His comics seem to happen in some weird version of Europe that has never actually existed. It lies somewhere between bittersweet black and while films, surrealism, and complete depravity and brutality. In this world everyone wears hats, nobody ever seems to end up happy, and hired killers are only ever a phone call. Oh and the hired killers, like everyone else, are anthropomorphic animals.

In Tell Me Someting, the comparisons to film are even more evident, as Jason chooses to tell the story almost entirely without dialogue. What little dialogue that does occur appears as "inter titles" full panels with nothing in them but the words a character is speaking, a technique used in old silent films. Yet so masterful is Jason's art that characters are fleshed out, and we know their motivations and flaws despite them never saying a word.

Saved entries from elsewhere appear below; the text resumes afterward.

import { shopDetailSchema, type ShopDetail } from '@tappet/contracts';
import { queryOptions, useQuery } from '@tanstack/react-query';
import { api } from '../../../lib/api-client';
import { shopQueryKey } from '../../../lib/query-client';

/** GET /api/shops/:shopId: the shop's details (another shop's id is a 404). */
export function getShop(shopId: string, signal?: AbortSignal): Promise<ShopDetail> {
  return api.get(`/shops/${encodeURIComponent(shopId)}`, { schema: shopDetailSchema, signal });
}

export function shopQueryOptions(shopId: string) {
  return queryOptions({
    queryKey: shopQueryKey(shopId, 'detail'),
    queryFn: ({ signal }) => getShop(shopId, signal),
  });
}

export function useShop(shopId: string) {
  return useQuery(shopQueryOptions(shopId));
}
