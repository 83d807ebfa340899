import { shopDetailSchema, type ShopDetail } from '@tappet/contracts';
import { useMutation, useQueryClient } from '@tanstack/react-query';
import { z } from 'zod';
import { api } from '../../../lib/api-client';
import { meQueryKey } from '../../../lib/auth';
import { shopQueryKey } from '../../../lib/query-client';

/**
 * The rename request, with the same rules as the API's schema. (That schema lives in apps/api for
 * now; when it moves to @tappet/contracts this one should be replaced by it.)
 */
export const updateShopSchema = z
  .object({
    name: z.string().trim().min(2, 'Use at least 2 characters.').max(120, 'Use at most 120 characters.'),
  })
  .strict();
export type UpdateShopInput = z.infer<typeof updateShopSchema>;

/** PATCH /api/shops/:shopId (owners only). */
export function updateShop(shopId: string, input: UpdateShopInput): Promise<ShopDetail> {
  return api.patch(`/shops/${encodeURIComponent(shopId)}`, input, { schema: shopDetailSchema });
}

/** Renames the shop, then refreshes the shop's details and the names in the shop switcher. */
export function useUpdateShop(shopId: string) {
  const queryClient = useQueryClient();
  return useMutation({
    mutationFn: (input: UpdateShopInput) => updateShop(shopId, input),
    onSuccess: async (shop) => {
      queryClient.setQueryData(shopQueryKey(shopId, 'detail'), shop);
      await queryClient.invalidateQueries({ queryKey: meQueryKey });
    },
  });
}
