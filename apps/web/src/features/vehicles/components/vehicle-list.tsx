import { vehicleStatusLabels, vehicleKinds, vehicleStatuses, type VehicleListResponse } from '@tappet/contracts';
import { Button, createColumnHelper, DataTable, EmptyState, ErrorState, LoadingState, PageNav, Num, Select, TextField } from '@tappet/ui';
import { useMemo, type ReactNode } from 'react';
import { Link } from 'react-router-dom';
import { paths } from '../../../config/paths';
import { errorMessage } from '../../../lib/api-client';
import { useVehicles, type VehicleListParams } from '../api/get-vehicles';
import { VehicleStatusBadge } from './status-badge';
import { formatOdometer, kindWords, vehicleTitle } from './words';

type Row = VehicleListResponse['items'][number];
const column = createColumnHelper<Row>();

export interface VehicleListProps {
  shopId: string;
  params: VehicleListParams;
  filtered: boolean;
  onChange: (change: Partial<VehicleListParams>) => void;
  onClear: () => void;
  /** Offered when the shop has no vehicles yet, to those who may add one. */
  emptyAction?: ReactNode;
}

/** The shop's vehicles as a table, filtered by kind, status, marque or a word, paged by the API. */
export function VehicleList({ shopId, params, filtered, onChange, onClear, emptyAction }: VehicleListProps) {
  const vehicles = useVehicles(shopId, params);
  const columns = useMemo(
    () => [
      column.display({
        id: 'vehicle',
        header: 'Vehicle',
        // The kind sits under the title rather than in a column of its own: on a tablet the
        // numbers and the owner need the width more.
        cell: (info) => (
          <span className="flex flex-col">
            <Link to={paths.shop.vehicle.getHref(shopId, info.row.original.id)} className="font-bold text-accent underline-offset-4 hover:underline">
              {vehicleTitle(info.row.original)}
            </Link>
            <span className="text-sm text-ink-muted">{kindWords[info.row.original.kind]}</span>
          </span>
        ),
      }),
      column.display({
        id: 'numbers',
        header: 'Frame / engine',
        cell: (info) => {
          const v = info.row.original;
          if (!v.frameNumber && !v.engineNumber && !v.vin) return <span className="text-ink-muted">—</span>;
          return (
            <span className="flex flex-col font-mono text-sm whitespace-nowrap">
              {v.frameNumber && <span>{v.frameNumber}</span>}
              {v.engineNumber && <span className="text-ink-muted">{v.engineNumber}</span>}
              {!v.frameNumber && v.vin && <span>{v.vin}</span>}
            </span>
          );
        },
      }),
      column.display({ id: 'customer', header: 'Owner / consignor', cell: (info) => info.row.original.customer?.name ?? <span className="text-ink-muted">—</span> }),
      column.accessor('status', { header: 'Status', enableSorting: false, cell: (info) => <VehicleStatusBadge status={info.getValue()} /> }),
      column.display({
        id: 'odometer',
        header: 'Odometer',
        cell: (info) => {
          const r = info.row.original.latestOdometer;
          return r ? <Num>{formatOdometer(r.value, r.unit)}</Num> : <span className="text-ink-muted">—</span>;
        },
      }),
    ],
    [shopId],
  );

  const data = vehicles.data;
  const page = data?.page ?? params.page ?? 1;
  const pageSize = data?.pageSize ?? 25;
  const total = data?.total ?? 0;

  let body: ReactNode;
  if (vehicles.isPending) body = <LoadingState label="Loading vehicles…" />;
  else if (vehicles.isError) body = <ErrorState message={errorMessage(vehicles.error)} onRetry={() => void vehicles.refetch()} />;
  else if (vehicles.data.items.length === 0 && !filtered && page === 1) {
    body = (
      <EmptyState title="No vehicles yet" action={emptyAction}>
        Record each vehicle as it comes in: a customer’s machine, one the shop has bought, or one left on consignment.
        {!emptyAction && ' Ask the owner or a mechanic to add the first one.'}
      </EmptyState>
    );
  } else if (vehicles.data.items.length === 0) {
    body = (
      <EmptyState
        title="No vehicles match these filters"
        action={
          <Button variant="secondary" onClick={onClear}>
            Clear filters
          </Button>
        }
      >
        Try another status or marque, or part of a frame number.
      </EmptyState>
    );
  } else {
    body = (
      <div className="flex flex-col gap-3" aria-busy={vehicles.isPlaceholderData || undefined}>
        <DataTable caption="Vehicles in the shop" columns={columns} data={vehicles.data.items} getRowId={(row) => row.id} pageSize={pageSize} className="[&>div:last-child]:hidden" />
        <PageNav label="Pages of vehicles" noun="Vehicles" page={page} pageSize={pageSize} total={total} onPage={(p) => onChange({ page: p })} />
      </div>
    );
  }

  return (
    <div className="flex flex-col gap-4">
      <form role="search" aria-label="Filter vehicles" className="grid grid-cols-1 items-end gap-3 sm:grid-cols-2 xl:grid-cols-[2fr_1fr_1fr_1fr_auto]" onSubmit={(e) => e.preventDefault()}>
        <TextField
          label="Search"
          type="search"
          placeholder="Model, frame or engine number"
          defaultValue={params.q ?? ''}
          onChange={(e) => onChange({ q: e.currentTarget.value || undefined, page: 1 })}
          autoComplete="off"
        />
        <Select
          label="Kind"
          value={params.kind ?? ''}
          onChange={(e) => onChange({ kind: (e.currentTarget.value || undefined) as VehicleListParams['kind'], page: 1 })}
          options={[{ value: '', label: 'Every kind' }, ...vehicleKinds.map((k) => ({ value: k, label: kindWords[k] }))]}
        />
        <Select
          label="Status"
          value={params.status ?? ''}
          onChange={(e) => onChange({ status: (e.currentTarget.value || undefined) as VehicleListParams['status'], page: 1 })}
          options={[{ value: '', label: 'Every status' }, ...vehicleStatuses.map((s) => ({ value: s, label: vehicleStatusLabels[s] }))]}
        />
        <Select
          label="Marque"
          value={params.marque ?? ''}
          onChange={(e) => onChange({ marque: e.currentTarget.value || undefined, page: 1 })}
          options={[{ value: '', label: 'Every marque' }, ...(data?.marques ?? (params.marque ? [params.marque] : [])).map((m) => ({ value: m, label: m }))]}
        />
        {filtered && (
          <Button variant="secondary" onClick={onClear} type="button">
            Clear filters
          </Button>
        )}
      </form>
      {body}
    </div>
  );
}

To help tell the story, which frequently jumps back and forwards through time, Jason uses a form of artistic shorthand I've only noticed before in Japanese comics: using black borders around pages to signify something is a flashback. I'm not saying that only Japanese comics have used these (clearly they haven't, as Jason isn't from Japan), but that's the only place I've noticed it. Here Jason ues the technique incredibly effectively, for a story that is being told with as little dialogue as possible, captions saying "five years ago" would kind of pull you out of the mood, and even if you have no idea what's going on at first, you'd soon be able to figure it out.

I wouldn't say that this was my favourite Jason comic, I think that's Last of the Musketeers, but it's an enjoyable, if sad (like pretty much all of Jason's work) story, and definitely worth checking out.